Available data:
# The netlist each cell is meant to have, written from the cell list in sample_layouts/README.md.
EXPECTED = {
    "DYN_NAND3": _NAND3_STACK + _top(),
    "DYN_NAND3_LONG": _LONG_STACK + _top(),
    "DYN_NAND3_PC": _LONG_STACK + _top() + [("pmos", "CLK", ("N1", "VDD"), 0.6, 0.18)],
    "DOMINO_AO22": _legs([("A1", "A2"), ("B1", "B2")], 1.2),
    "DOMINO_MUX4": _legs([(f"S{i}", f"D{i}") for i in range(4)], 1.6),
    "DOMINO_OR16": _legs([(f"S{i}", f"D{i}") for i in range(16)], 2.0),
    "DYN_NAND2_DIAG": [
        ("nmos", "A", ("?A+B", "X"), 1.0, 0.18),
        ("nmos", "B", ("?A+B", "?B+CLK"), 1.0, 0.18),
        ("nmos", "CLK", ("?B+CLK", "VSS"), 1.0, 0.18),
    ]
    + _top(),
    "DYN_NAND2_MF": [("nmos", "A", ("N1", "X"), 0.5, 0.18)] * 2
    + [("nmos", "B", ("N1", "N2"), 0.5, 0.18)] * 2
    + [("nmos", "CLK", ("N2", "VSS"), 0.6, 0.18)] * 2
    + _top(),
    "PDYN_NOR2": [
        ("nmos", "CLKB", ("VSS", "XP"), 0.6, 0.18),
        ("pmos", "CLKB", ("?A+CLKB", "VDD"), 1.0, 0.18),
        ("pmos", "A", ("?A+B", "?A+CLKB"), 1.0, 0.18),
        ("pmos", "B", ("?A+B", "XP"), 1.0, 0.18),
        ("nmos", "XP", ("OUTP", "VSS"), 0.6, 0.18),
        ("pmos", "XP", ("OUTP", "VDD"), 1.2, 0.18),
    ],
    "STATIC_NAND2": [
        ("pmos", "A", ("OUT", "VDD"), 1.0, 0.18),
        ("pmos", "B", ("OUT", "VDD"), 1.0, 0.18),
        ("nmos", "A", ("?A+B", "OUT"), 1.0, 0.18),
        ("nmos", "B", ("?A+B", "VSS"), 1.0, 0.18),
    ],
}


@pytest.mark.parametrize("name", CELL_NAMES)
def test_cell_has_exactly_the_described_transistors(cells, name):
    want = sorted((k, g, tuple(sorted(sd)), w, ln) for k, g, sd, w, ln in EXPECTED[name])
    assert trace(cells[name]) == want


@pytest.mark.parametrize("name", CELL_NAMES)
def test_every_gate_reaches_0_2_um_past_its_active(cells, name):
    # sample_layouts/README.md: poly extends ≥ 0.2 µm beyond the active on both sides.  Every
    # gate is vertical except the 45° one, which is turned upright first;
    # then the poly must cover the channel grown by 0.2 µm along y.
    cell = cells[name]
    act = unary_union(_polys(cell, "active"))
    poly = unary_union(_polys(cell, "poly"))
    for ch in _parts(act.intersection(poly)):
        a, p = act, poly
        x0, y0, x1, y1 = ch.bounds
        if x1 - x0 > 0.5 and y1 - y0 > 0.5:  # the 45° channel: turn it upright
            ch, a, p = (rotate(g, -45, origin=(0, 0)) for g in (ch, act, poly))
        x0, y0, x1, y1 = ch.bounds
        grown = box(x0 + 2e-3, y0 - 0.2 + 2e-3, x1 - 2e-3, y1 + 0.2 - 2e-3)
        assert p.covers(grown), (name, ch.bounds)
        assert not a.intersects(box(x0 + 2e-3, y1 + 2e-3, x1 - 2e-3, y1 + 0.2 - 2e-3))


def test_nand3_has_eight_transistors(cells):
    # precharge, keeper, A, B, C, footer and the two inverter devices
    assert len(trace(cells["DYN_NAND3"])) == 8


def test_multi_finger_cell_has_two_poly_fingers_per_device(cells):
    cell = cells["DYN_NAND2_MF"]
    act = unary_union(_polys(cell, "active"))
    polys = _polys(cell, "poly")
    for lab in cell.labels:
        if lab.text in ("A", "B"):
            (g,) = [p for p in polys if p.covers(Point(lab.origin))]
            assert len(_parts(act.intersection(g))) == 2, lab.text
    # the footer fingers belong to the CLK poly, which also gates the precharge
    (clk,) = [p for p in polys if any(p.covers(Point(l.origin)) for l in cell.labels if l.text == "CLK")]
    assert len(_parts(act.intersection(clk))) == 3


# ------------------------------------------- dimensions stated in the README


def _pieces(cell):
    act = unary_union(_polys(cell, "active"))
    poly = unary_union(_polys(cell, "poly"))
    return sorted(_parts(act.difference(poly)), key=lambda g: (g.bounds[1], g.bounds[0]))


def _nmos_stack_pieces(mid):
    """Hand calculation (README): stack pieces left to right as
    (length, W, area, perimeter); n3 is 0.13 µm at W 1.2 then 0.13 µm at
    W 1.0, so its perimeter is 1.2 + 1.0 (gate edges) + 0.26 (bottom) +
    0.26 (top) + 0.2 (step)."""
    return [
        (0.48, 1.2, 0.48 * 1.2, 2 * (0.48 + 1.2)),  # VSS
        (0.26, 1.2, 0.13 * 1.2 + 0.13 * 1.0, 1.2 + 1.0 + 0.26 + 0.26 + 0.2),  # n3
        (mid, 1.0, mid * 1.0, 2 * (mid + 1.0)),  # n2
        (mid, 1.0, mid * 1.0, 2 * (mid + 1.0)),  # n1
        (0.48, 1.0, 0.48 * 1.0, 2 * (0.48 + 1.0)),  # X
    ]


@pytest.mark.parametrize("name,mid,x0", [("DYN_NAND3", 0.26, 1.0), ("DYN_NAND3_LONG", 0.48, 13.6)])
def test_nand3_stack_pieces_match_the_readme(cells, name, mid, x0):
    stack = [g for g in _pieces(cells[name]) if g.bounds[1] == pytest.approx(1.4) and g.bounds[2] < x0 + 3]
    want = _nmos_stack_pieces(mid)
    assert len(stack) == len(want)
    x = x0
    for g, (length, w, area, perim) in zip(stack, want):
        assert g.bounds[0] == pytest.approx(x)
        assert g.bounds[2] - g.bounds[0] == pytest.approx(length)
        assert g.bounds[3] - g.bounds[1] == pytest.approx(w)
        assert g.area == pytest.approx(area) and g.length == pytest.approx(perim)
        x = g.bounds[2] + 0.18  # every stack gate is 0.18 µm long


def _metal1_of(cell, text):
    (lab,) = [l for l in cell.labels if l.text == text]
    (shape,) = [g for g in _polys(cell, "metal1") if g.covers(Point(lab.origin))]
    return shape
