import { and, asc, eq, inArray, lte, sql } from 'drizzle-orm';
import { outboxMessages, type OutboxMessageRow } from '../../../../schema';
import type { Clock } from '../../adapters/clock';
import type { Mailer } from '../../adapters/mailer';
import type { Database } from '../../db/client';
import type { Logger } from '../../lib/logger';

export interface OutboxWorkerOptions {
  db: Database;
  mailer: Mailer;
  clock: Clock;
  logger: Logger;
  /** How often to look for due messages. */
  pollMs?: number;
  /** Messages claimed per round. */
  batchSize?: number;
  /** After this many failed attempts a message is marked failed and left alone. */
  maxAttempts?: number;
  /** Wait after the first failure; doubles after each further one up to `maxDelayMs`. */
  baseDelayMs?: number;
  maxDelayMs?: number;
  /** How long a claimed message is hidden from other workers while it is being sent. */
  leaseMs?: number;
}

export const OUTBOX_DEFAULTS = {
  pollMs: 2_000,
  batchSize: 20,
  maxAttempts: 10,
  baseDelayMs: 30_000,
  maxDelayMs: 60 * 60_000,
  leaseMs: 5 * 60_000,
} as const;

/** Exponential backoff after the n-th failed attempt (n ≥ 1), capped. */
export function retryDelayMs(attempts: number, baseDelayMs: number, maxDelayMs: number): number {
  return Math.min(maxDelayMs, baseDelayMs * 2 ** Math.max(0, attempts - 1));
}

export interface RoundResult {
  sent: number;
  retried: number;
  failed: number;
}

/**
 * Delivers the outbox. Each round claims due messages with `FOR UPDATE SKIP LOCKED` (so several
 * workers never take the same message), counts the attempt and moves the message's next attempt
 * a lease ahead, commits, then sends outside any transaction. A message whose send fails waits
 * with exponential backoff; a worker that dies mid-send leaves it to be retried after the lease.
 * Nothing is deleted: sent and failed messages stay for inspection.
 */
export function createOutboxWorker(options: OutboxWorkerOptions) {
  const o = { ...OUTBOX_DEFAULTS, ...options };
  const { db, mailer, clock, logger } = o;
  let timer: NodeJS.Timeout | null = null;
  let running: Promise<unknown> | null = null;
  let stopped = true;

  async function claim(): Promise<OutboxMessageRow[]> {
    const now = clock.now();
    return db.transaction(async (tx) => {
      const due = await tx
        .select({ id: outboxMessages.id })
        .from(outboxMessages)
        .where(and(eq(outboxMessages.status, 'pending'), lte(outboxMessages.nextAttemptAt, now)))
        .orderBy(asc(outboxMessages.nextAttemptAt), asc(outboxMessages.id))
        .limit(o.batchSize)
        .for('update', { skipLocked: true });
      if (due.length === 0) return [];
      return tx
        .update(outboxMessages)
        .set({
          attempts: sql`${outboxMessages.attempts} + 1`,
          nextAttemptAt: new Date(now.getTime() + o.leaseMs),
        })
        .where(
          inArray(
            outboxMessages.id,
            due.map((d) => d.id),
          ),
        )
        .returning();
    });
  }

  async function deliver(message: OutboxMessageRow, result: RoundResult): Promise<void> {
    try {
      await mailer.send({
        to: message.toAddress,
        subject: message.subject,
        text: message.text,
        html: message.html,
      });
      await db
        .update(outboxMessages)
        .set({ status: 'sent', sentAt: clock.now(), lastError: null })
        .where(eq(outboxMessages.id, message.id));
      result.sent += 1;
    } catch (err) {
      const lastError = err instanceof Error ? err.message : String(err);
      const giveUp = message.attempts >= o.maxAttempts;
      const delay = retryDelayMs(message.attempts, o.baseDelayMs, o.maxDelayMs);
      await db
        .update(outboxMessages)
        .set({
          status: giveUp ? 'failed' : 'pending',
          lastError: lastError.slice(0, 2000),
          nextAttemptAt: new Date(clock.now().getTime() + delay),
        })
        .where(eq(outboxMessages.id, message.id));
      if (giveUp) result.failed += 1;
      else result.retried += 1;
      logger[giveUp ? 'error' : 'warn'](
        { outboxId: message.id, attempts: message.attempts, err: lastError },
        giveUp ? 'e-mail given up after its last attempt' : 'e-mail not sent; will retry',
      );
    }
  }

  /** One round: claim what is due and try each once. */
  async function runOnce(): Promise<RoundResult> {
    const result: RoundResult = { sent: 0, retried: 0, failed: 0 };
    for (const message of await claim()) await deliver(message, result);
    return result;
  }

  function schedule(): void {
    if (stopped) return;
    timer = setTimeout(() => {
      running = runOnce()
        .catch((err: unknown) =>
          logger.warn({ err: err instanceof Error ? err.message : err }, 'outbox round failed'),
        )
        .finally(() => {
          running = null;
          schedule();
        });
    }, o.pollMs);
  }

  return {
    runOnce,
    start(): void {
      if (!stopped) return;
      stopped = false;
      schedule();
    },
    /** Stops polling and waits for the round in progress to finish. */
    async stop(): Promise<void> {
      stopped = true;
      if (timer) clearTimeout(timer);
      await running;
    },
  };
}

export type OutboxWorker = ReturnType<typeof createOutboxWorker>;
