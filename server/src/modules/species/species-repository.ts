import { and, asc, desc, eq, ilike, inArray, or, sql, type SQL } from 'drizzle-orm';
import {
  heatCapacityRanges,
  releaseEntries,
  releases,
  revisions,
  sources,
  species,
  speciesPhases,
  type RevisionStatus,
  type SpeciesRow,
  type StoredPhase,
} from '../../../../schema';
import type { Queryable } from '../releases/releases-repository';

export interface ReleaseSpeciesFilter {
  /** Hill formula with charge suffix, as stored. */
  formula?: string;
  phases?: readonly StoredPhase[];
  name?: string;
  sort: 'name' | 'formula' | 'deltaFH' | 'key';
  order: 'asc' | 'desc';
  limit: number;
  offset: number;
}

const likeEscaped = (text: string) => `%${text.replace(/[\\%_]/g, (c) => `\\${c}`)}%`;

const SORT_COLUMNS = {
  name: species.name,
  formula: species.formula,
  deltaFH: revisions.value,
  key: species.key,
} as const;

export const speciesRepository = {
  /** One page of the ΔfH° values a release pins, filtered, with the total before paging. */
  async listInRelease(db: Queryable, releaseId: number, f: ReleaseSpeciesFilter) {
    const where: SQL[] = [
      eq(releaseEntries.releaseId, releaseId),
      eq(releaseEntries.quantity, 'formation_enthalpy'),
    ];
    if (f.formula !== undefined) where.push(eq(species.formula, f.formula));
    if (f.phases !== undefined) where.push(inArray(speciesPhases.phase, [...f.phases]));
    if (f.name !== undefined) {
      const pattern = likeEscaped(f.name);
      where.push(
        or(
          ilike(species.name, pattern),
          ilike(species.key, pattern),
          sql`exists (select 1 from unnest(${species.synonyms}) as syn where syn ilike ${pattern})`,
        )!,
      );
    }
    const direction = f.order === 'desc' ? desc : asc;
    return db
      .select({
        key: species.key,
        name: species.name,
        formula: species.formula,
        charge: species.charge,
        phase: speciesPhases.phase,
        modification: speciesPhases.modification,
        revisionId: revisions.id,
        value: revisions.value,
        uncertainty: revisions.uncertainty,
        uncertaintyBasis: revisions.uncertaintyBasis,
        method: revisions.method,
        standardPressure: revisions.standardPressure,
        fromMemory: revisions.fromMemory,
        sourceId: sources.id,
        citation: sources.citation,
        doi: sources.doi,
        total: sql<number>`(count(*) over ())::int`,
      })
      .from(releaseEntries)
      .innerJoin(revisions, eq(revisions.id, releaseEntries.revisionId))
      .innerJoin(speciesPhases, eq(speciesPhases.id, releaseEntries.speciesPhaseId))
      .innerJoin(species, eq(species.id, speciesPhases.speciesId))
      .innerJoin(sources, eq(sources.id, revisions.sourceId))
      .where(and(...where))
      .orderBy(
        direction(SORT_COLUMNS[f.sort]),
        asc(species.key),
        asc(speciesPhases.phase),
        asc(speciesPhases.modification),
      )
      .limit(f.limit)
      .offset(f.offset);
  },

  async findByKey(db: Queryable, key: string): Promise<SpeciesRow | undefined> {
    const [row] = await db.select().from(species).where(eq(species.key, key));
    return row;
  },

  phasesOf(db: Queryable, speciesId: number) {
    return db
      .select()
      .from(speciesPhases)
      .where(eq(speciesPhases.speciesId, speciesId))
      .orderBy(asc(speciesPhases.phase), asc(speciesPhases.modification));
  },

  /** Revisions of a species' phases in the given statuses, oldest first. */
  revisionsOf(db: Queryable, speciesId: number, statuses: readonly RevisionStatus[]) {
    return db
      .select({
        revision: revisions,
        phase: speciesPhases.phase,
        modification: speciesPhases.modification,
      })
      .from(revisions)
      .innerJoin(speciesPhases, eq(speciesPhases.id, revisions.speciesPhaseId))
      .where(and(eq(speciesPhases.speciesId, speciesId), inArray(revisions.status, [...statuses])))
      .orderBy(asc(revisions.createdAt), asc(revisions.id));
  },

  rangesOf(db: Queryable, revisionIds: number[]) {
    if (revisionIds.length === 0) return Promise.resolve([]);
    return db
      .select()
      .from(heatCapacityRanges)
      .where(inArray(heatCapacityRanges.revisionId, revisionIds))
      .orderBy(asc(heatCapacityRanges.revisionId), asc(heatCapacityRanges.seq));
  },

  /** Which revision each published release pins for the species' phases, oldest release first. */
  pinsOf(db: Queryable, speciesId: number) {
    return db
      .select({
        version: releases.version,
        publishedAt: releases.publishedAt,
        speciesPhaseId: releaseEntries.speciesPhaseId,
        quantity: releaseEntries.quantity,
        revisionId: releaseEntries.revisionId,
      })
      .from(releaseEntries)
      .innerJoin(releases, eq(releases.id, releaseEntries.releaseId))
      .innerJoin(speciesPhases, eq(speciesPhases.id, releaseEntries.speciesPhaseId))
      .where(and(eq(speciesPhases.speciesId, speciesId), eq(releases.status, 'published')))
      .orderBy(asc(releases.publishedAt), asc(releases.id));
  },

  sourcesByIds(db: Queryable, ids: number[]) {
    if (ids.length === 0) return Promise.resolve([]);
    return db.select().from(sources).where(inArray(sources.id, ids)).orderBy(asc(sources.id));
  },
};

Problem:
For this exercise, repeat exactly the lines of the data above from the one with "const result: RoundResult" down to the one with "err: err instanceof", both end lines included.

Solution to the problem:
    const result: RoundResult = { sent: 0, retried: 0, failed: 0 };
    for (const message of await claim()) await deliver(message, result);
    return result;
  }

  function schedule(): void {
    if (stopped) return;
    timer = setTimeout(() => {
      running = runOnce()
        .catch((err: unknown) =>
          logger.warn({ err: err instanceof Error ? err.message : err }, 'outbox round failed'),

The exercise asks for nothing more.